There were the two police officers who refused to leave a man to die in a burning car that was about to explode. In fact, the woman officer climbed into the car as flames engulfed it, and refused to go until help arrived to drag him from the wreckage. There was the volunteer doctor who performed a life-saving amputation, 100 feet above the ground on top of a piece of machinery.

Then there was the Welsh paramedic who stayed on a beach caring for an injured patient while the tide rolled in, until, with a rescue helicopter overhead, he was desperately holding the man's head above the waves.

And there was the schoolboy who ran across the road to intervene when he saw a girl attacked with a knife, rugby-tackled the assailant, and then fought off blows that left him bleeding from multiple wounds. His was the award for a "member of the public" who had behaved heroically. His explanation was typical of them all: "I saw it happen, and just ran across to help."

The programme was a tribute to humanity at its best, as well as to the courage of our emergency services. The default testimony of the winners was simple: "I just did what I could." It never seemed to occur to any of them to pass by on the other side. Indeed, the whole programme was built around the assumption that, if someone was in trouble, it was "normal" to help them, even at the risk of one's own life.

It was marred only, for this reviewer, by the show-business-style production, with gorgeously clad celebrities handing over the awards, kissing the winners, and offering a few patronising comments. It seemed like a case of real life meeting fantasy world.

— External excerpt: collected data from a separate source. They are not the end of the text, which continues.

@pytest.mark.parametrize("name", PUBLISHED)
def test_published_graphs(name):
    case = PUBLISHED[name]
    graph = graph_of(case["edges"])
    found = least_tears(graph)
    assert len(found.tears) == case["least_tears"] == case["stated_least_tears"]
    assert len(found.tears) >= case["disjoint_loops"]
    assert nx.is_directed_acyclic_graph(tearing._without(graph, found.tears))
    assert found.loops_listed
    assert len(found.loop_cuts) == case["loops"]
    assert min(found.loop_cuts) == 1
    assert sum(found.loop_cuts) == case["least_loop_cuts"]
    assert found.exclusive == (case["exclusive_set"] == case["least_tears"])
    if "all_least_sets" in case:
        assert set(found.tears) in streams(case["all_least_sets"])
    blocks = [sorted(block) for block in partition(graph) if len(block) > 1]
    assert blocks == case["recycle_blocks"]


@pytest.mark.parametrize("name", SMALL)
def test_small_graphs(name):
    case = SMALL[name]
    graph = graph_of(case["edges"])
    found = least_tears(graph)
    assert len(found.tears) == case["least_tears"]
    assert sum(found.loop_cuts) == case["least_loop_cuts"]
    assert found.exclusive == (case["exclusive_set"] == case["least_tears"])
    assert partition(graph) == case["blocks"]
    if "all_least_sets" in case:
        assert set(found.tears) in streams(case["all_least_sets"])


@pytest.mark.parametrize(("kind", "n", "least"), DATA["families"]["cases"])
def test_families_with_a_proof(kind, n, least):
    graph = graph_of(family(kind, n))
    found = least_tears(graph)
    assert len(found.tears) == least
    check_order(graph, found.tears)
    if kind != "complete":
        assert found.exclusive
    if kind in ("ring", "nested_to_head"):
        assert found.tears == ("0-1",)


# All objectives against plain enumeration


@st.composite
def problems(draw):
    units = st.integers(0, draw(st.integers(1, 6)))
    edges = draw(st.lists(st.tuples(units, units), max_size=12))
    costs = draw(st.lists(st.integers(0, 4), min_size=len(edges), max_size=len(edges)))
    # Units enter in the order of their numbers, so streams stand in the order of the sorted list.
    return sorted(edges), costs


def numbered(edges):
    graph = nx.MultiDiGraph()
    graph.add_nodes_from(range(7))
    graph.add_edges_from((u, v, f"s{i}") for i, (u, v) in enumerate(edges))
    assert [name for *_, name in graph.edges(keys=True)] == [f"s{i}" for i in range(len(edges))]
    return graph


@settings(FIXED, max_examples=150)
@given(problems())
def test_agrees_with_enumeration_in_every_objective(problem):
    edges, costs = problem
    graph = numbered(edges)
    found = least_tears(graph, prefer={f"s{i}": cost for i, cost in enumerate(costs)})
    size, cuts, _, chosen = best_by_enumeration(edges, costs)
    assert found.tears == tuple(f"s{i}" for i in chosen)
    assert len(found.tears) == size
    loops = elementary_loops(edges)
    assert sorted(found.loop_cuts) == sorted(len(set(chosen) & set(loop)) for loop in loops)
    assert sum(found.loop_cuts) == cuts
    assert found.exclusive == (cuts == len(loops))
    assert found.loops_listed
    assert least_tears(graph, fixed=found.tears) == found


@settings(FIXED, max_examples=60)
@given(problems(), st.permutations(range(7)), st.randoms(use_true_random=False))
def test_size_and_cuts_do_not_depend_on_labels_or_order(problem, labels, random):
    edges, costs = problem
    prefer = {f"s{i}": cost for i, cost in enumerate(costs)}
    one = least_tears(numbered(edges), prefer)
    shuffled = [(f"unit {labels[u]}", f"unit {labels[v]}", f"s{i}")
                for i, (u, v) in enumerate(edges)]
    random.shuffle(shuffled)
    graph = nx.MultiDiGraph()
    graph.add_edges_from(shuffled)
    other = least_tears(graph, prefer)
    assert len(other.tears) == len(one.tears)
    assert sum(other.loop_cuts) == sum(one.loop_cuts)
    assert sum(map(prefer.get, other.tears)) == sum(map(prefer.get, one.tears))
    assert other.exclusive == one.exclusive


@settings(FIXED, max_examples=60)
@given(problems())
def test_partition_agrees_with_reachability(problem):
    edges, _ = problem
    graph = numbered(edges)
    reach = np.eye(7, dtype=int)
    for u, v in edges:
        reach[u, v] = 1
    reach = np.linalg.matrix_power(reach, 7) > 0
    blocks = partition(graph)
    block_of = {node: b for b, block in enumerate(blocks) for node in block}
    assert sorted(block_of) == list(range(7))
    assert all(block == sorted(block) for block in blocks)
    for u in range(7):
        for v in range(7):
            assert (block_of[u] == block_of[v]) == (reach[u, v] and reach[v, u])
            if reach[u, v]:
                assert block_of[u] <= block_of[v]
    # Of the components with nothing left to wait for, the first in the graph comes next.
    for b, block in enumerate(blocks):
        rest = [other[0] for other in blocks[b:]]
        ready = [v for v in rest if not any(reach[u, v] for u in rest if u != v)]
        assert block[0] == min(ready)
    check_order(graph, least_tears(graph).tears)


# Particular shapes


def test_no_loop_needs_no_tear():
    graph = graph_of([("b", "c"), ("a", "b")])
    assert least_tears(graph) == TearSet((), (), True, True)
    assert partition(graph) == [["a"], ["b"], ["c"]]
    assert calculation_order(graph, ()) == ["a", "b", "c"]
    assert least_tears(nx.MultiDiGraph()) == TearSet((), (), True, True)
    assert partition(nx.MultiDiGraph()) == []


def test_ties_in_the_order_go_by_entry():
    graph = nx.MultiDiGraph()
    graph.add_nodes_from(["z", "y", "x", "w"])
    graph.add_edge("w", "y", key="s")
    assert partition(graph) == [["z"], ["x"], ["w"], ["y"]]
    assert calculation_order(graph, ()) == ["z", "x", "w", "y"]


def test_a_component_is_calculated_in_one_piece():
    # Torn at a-b, unit b waits for nothing, but belongs after `feeder`.
    graph = nx.MultiDiGraph()
    graph.add_nodes_from(["b", "a", "feeder"])
    graph.add_edges_from([("a", "b", "ab"), ("b", "a", "ba"), ("feeder", "a", "in")])
    assert calculation_order(graph, ["ab"]) == ["feeder", "b", "a"]
    assert calculation_order(graph, ["ba", "a stream elsewhere"]) == ["feeder", "a", "b"]


def test_self_loops_are_cut():
    graph = graph_of([("a", "a"), ("a", "b"), ("b", "a"), ("a", "a")])
    assert least_tears(graph) == TearSet(("a-a", "a-a#2", "a-b"), (1, 1, 1), True, True)
    alone = graph_of([("a", "a")])
    assert least_tears(alone) == TearSet(("a-a",), (1,), True, True)
    assert partition(alone) == [["a"]]


def test_parallel_streams_are_loops_of_their_own():
    pair = [("a", "b"), ("a", "b"), ("b", "c"), ("c", "a"), ("c", "a"), ("c", "a")]
    assert least_tears(graph_of(pair)) == TearSet(("b-c",), (1,) * 6, True, True)
    found = least_tears(graph_of([*pair, ("b", "c"), ("b", "c")]))
    assert found == TearSet(("a-b", "a-b#2"), (1,) * 18, True, True)
    # The user may cut part of a bundle, so copies of one loop are cut unequally.
    partly = least_tears(graph_of(pair), fixed=("a-b#2", "b-c"))
    assert sorted(partly.loop_cuts) == [1, 1, 1, 2, 2, 2]
    assert not partly.exclusive


def test_each_copy_of_a_loop_weighs_in_the_sum_of_cuts():
    # With the two streams 0-3 taken for one, s2, s3 and s4 would cut as little as the best.
    edges = [(0, 3), (0, 3), (1, 2), (1, 3), (2, 0), (2, 1), (3, 1), (3, 2)]
    found = least_tears(numbered(edges))
    assert found.tears == ("s2", "s3", "s7")
    assert sum(found.loop_cuts) == best_by_enumeration(edges, [0] * 8)[1] == 8
    assert sum(least_tears(numbered(edges), fixed=("s2", "s3", "s4")).loop_cuts) == 9


def test_components_are_torn_separately_and_named_in_order():
    graph = graph_of([("d", "e"), ("e", "d"), ("a", "b"), ("b", "c"), ("c", "a"), ("c", "d")])
    found = least_tears(graph)
    assert found == TearSet(("d-e", "a-b"), (1, 1), True, True)
    assert partition(graph) == [["a", "b", "c"], ["d", "e"]]
    assert calculation_order(graph, found.tears) == ["b", "c", "a", "e", "d"]


# Preferences


def test_preference_decides_among_sets_of_equal_loop_cuts():
    graph = graph_of(SMALL["cavett_with_mixers"]["edges"])
    free = {"F1-M2", "M3-F3"}
    prefer = {name: 1.0 for *_, name in graph.edges(keys=True) if name not in free}
    assert set(least_tears(graph, prefer).tears) == free
    # The set that cuts the middle loop twice is worse at any cost.
    redundant = {"M2-F2", "M3-F3"}
    prefer = {name: 1e9 for *_, name in graph.edges(keys=True) if name not in redundant}
    found = least_tears(graph, prefer)
    assert set(found.tears) != redundant
    assert found.exclusive
    assert sum(map(prefer.get, set(found.tears) - redundant)) == 1e9


def test_preference_never_costs_a_tear():
    graph = graph_of([("a", "b"), ("b", "a"), ("b", "c"), ("c", "a")])
    assert least_tears(graph, {"a-b": 1e6}).tears == ("a-b",)


def test_one_huge_cost_does_not_hide_small_ones():
    graph = graph_of(family("ring", 30))
    prefer = {name: 1e12 for *_, name in graph.edges(keys=True)}
    prefer |= {"4-5": 2.0, "20-21": 1.0, "22-23": 1.001}
    assert least_tears(graph, prefer).tears == ("20-21",)


@pytest.mark.parametrize("cost", [-1.0, float("nan"), float("inf")])
def test_costs_must_be_finite_and_not_negative(cost):
    with pytest.raises(ValueError, match="not negative: b-a"):
        least_tears(graph_of([("a", "b"), ("b", "a")]), {"a-b": 1.0, "b-a": cost})


def test_last_tie_goes_to_the_streams_that_stand_first():
    # Rings of more arcs than are put in order at once; doubled arcs are too dear to cut. Unit
    # "hub" makes one block of them.
    edges = [(f"{r}{i}", f"{r}{(i + 1) % 12}") for r in "pqr" for i in range(12)]
    edges += edges[:11] + edges[12:18]
    edges += [("p0", "q0"), ("q0", "r0"), ("r0", "hub"), ("hub", "p0")]
    found = least_tears(graph_of(edges))
    assert found.tears == ("p0-q0", "p11-p0", "q6-q7", "r0-r1")
    assert found.exclusive


# The user's own tears


def test_fixed_tears_are_returned_unchanged():
    graph = graph_of(SMALL["cavett_with_mixers"]["edges"])
    found = least_tears(graph, fixed=["M3-F3", "M2-F2"])
    # Loops M2-F2-F1 and M3-F3-F4, then the longer M2-F2-M3-F3.
    assert found == TearSet(("M3-F3", "M2-F2"), (1, 1, 2), False, True)
    every = [name for *_, name in graph.edges(keys=True)]
    assert least_tears(graph, fixed=every).loop_cuts == (3, 3, 4)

A factually based drama, The Best of Men (BBC2, Thursday of last week), told the story of Dr Lud- wig Guttmann, the German/Jewish émigré doctor who used sport at Stoke Mandeville Hospital, at the end of the Second World War, as a means of rehabilitation for servicemen with crippling spinal injuries. It presented a compelling portrait of this awkward but brilliant man. His work led in due course to the Stoke Mandeville Games, the linear predecessors of our present Paralympics.

Needless to say, his ideas were not readily accepted. "Cruel" was the word the ward sister used. Could throwing balls and playing wheelchair hockey really transform their lives? The Paralympic Games surely vindicate the reputation of this bold, unconventional pioneer.

Has anyone noted a cooling-off in the British public's love affair with soap opera? The evidence is two-fold: steadily declining audience figures (Coronation Street and EastEnders down about a third from their peak); and the desperate attempts by production teams to win back those missing millions.

So far, bringing back long-departed characters, spicing up the storylines, violence, sex, and bitter feuding have failed. I wonder whether if they might try going back to those likeable, ordinary, characters of yesteryear, such as Ena Sharples and the Duckworths.